Other factors that modestly raise risk include a family history of testicular cancer (especially in a brother), a personal history of cancer in the other testicle, and certain differences in sexual development. Height has also been linked to slightly higher risk in large studies, possibly reflecting hormonal influences during growth. There are no strong lifestyle-related risk factors. Unlike many cancers, testicular cancer isn’t clearly tied to smoking, diet, or physical activity.
Why the Rates Are Rising
The steady climb in incidence over the past 30 years is real, not just an artifact of better detection. Improved imaging and awareness may account for some of the increase, but researchers believe environmental or developmental factors are involved, particularly exposures during pregnancy that affect how fetal germ cells develop. Chemicals that disrupt hormone signaling, sometimes called endocrine disruptors, are one area of active investigation. The rising rates among Hispanic men suggest that shifts in environmental exposure or other population-level changes are at work, though the specific drivers remain unclear.

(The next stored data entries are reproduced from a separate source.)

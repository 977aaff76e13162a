import { Router } from 'express';
import { passwordResetConfirmSchema, passwordResetRequestSchema, signInSchema, signUpSchema, type MeResponse, type UserResponse } from '@shared/schemas/auth';
import type { Config } from '../../config';
import { clearSessionCookie, writeSessionCookie } from './session-tokens';
import { requestContext } from './sessions.service';
import { toUser, type AuthService } from './auth.service';
import type { AuthThrottles } from './throttles';

/** `/api/auth`: every route here is public; each answers for the caller's own session only. */
export function authRoutes({ service, throttles, config }: { service: AuthService; throttles: AuthThrottles; config: Pick<Config, 'NODE_ENV'> }): Router {
  const router = Router();

  router.post('/sign-up', ...throttles.signUp, async (req, res) => {
    const { user, session } = await service.signUp(signUpSchema.parse(req.body), requestContext(req));
    writeSessionCookie(res, config, session);
    res.status(201).json({ user } satisfies UserResponse);
  });

  router.post('/sign-in', ...throttles.signIn, async (req, res) => {
    const { user, session } = await service.signIn(signInSchema.parse(req.body), requestContext(req));
    writeSessionCookie(res, config, session);
    res.json({ user } satisfies UserResponse);
  });

  router.post('/sign-out', async (req, res) => {
    await service.signOut(req.user, requestContext(req));
    clearSessionCookie(res, config);
    res.status(204).end();
  });

  router.get('/me', (req, res) => {
    res.json({ user: req.user ? toUser(req.user) : null } satisfies MeResponse);
  });

  router.post('/password-reset', ...throttles.passwordReset, async (req, res) => {
    const { email } = passwordResetRequestSchema.parse(req.body);
    // Answer first: the same 202, just as fast, whether or not the address has an account.
    res.status(202).end();
    await service.requestPasswordReset(email, requestContext(req));
  });

  router.post('/password-reset/confirm', ...throttles.linkTokens, async (req, res) => {
    await service.confirmPasswordReset(passwordResetConfirmSchema.parse(req.body), requestContext(req));
    clearSessionCookie(res, config);
    res.status(204).end();
  });

  return router;
}
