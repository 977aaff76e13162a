import type { RequestHandler } from 'express';
import type { Config } from '../../config';
import { clearSessionCookie, readCookie, sessionCookieName } from './session-tokens';
import type { SessionsService } from './sessions.service';

/** Mounted on `/api` before the feature routers: sets `req.user` for a live session, and drops a dead cookie. */
export function loadSession(sessions: SessionsService, config: Pick<Config, 'NODE_ENV'>): RequestHandler {
  const cookieName = sessionCookieName(config);
  return async (req, res, next) => {
    const token = readCookie(req.headers.cookie, cookieName);
    if (!token) return next();
    const user = await sessions.resolve(token);
    if (user) req.user = user;
    else clearSessionCookie(res, config);
    next();
  };
}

Survival Rates and Prognosis
Despite rising incidence, testicular cancer remains one of the most curable cancers. The overall five-year survival rate exceeds 95%. When caught while still confined to the testicle (localized stage), survival approaches 99%. Even when the cancer has spread to distant sites, outcomes are far better than for most other cancers that have metastasized, particularly for the most common subtypes.
The death rate of 0.3 per 100,000 men has stayed remarkably flat even as diagnoses have increased, which speaks to how effective treatment has become. The 1-in-5,000 lifetime risk of dying from testicular cancer is extraordinarily low. For context, the lifetime risk of dying from prostate cancer is roughly 1 in 40.
What a Diagnosis Typically Looks Like
Most testicular cancers are discovered by the patient or a partner noticing a painless lump or swelling in one testicle. Less commonly, a dull ache in the groin or lower abdomen is the first sign. Pain is present in some cases but is not the norm. An ultrasound is usually the first imaging step, followed by blood tests that check for tumor markers.
If cancer is confirmed, the affected testicle is removed surgically. For many men with early-stage disease, that procedure alone may be sufficient, followed by close monitoring. More advanced cases may require additional treatment, but even then, cure rates remain high. Most men return to normal activity within a few weeks of surgery, and the remaining testicle typically produces enough hormones and sperm for normal function.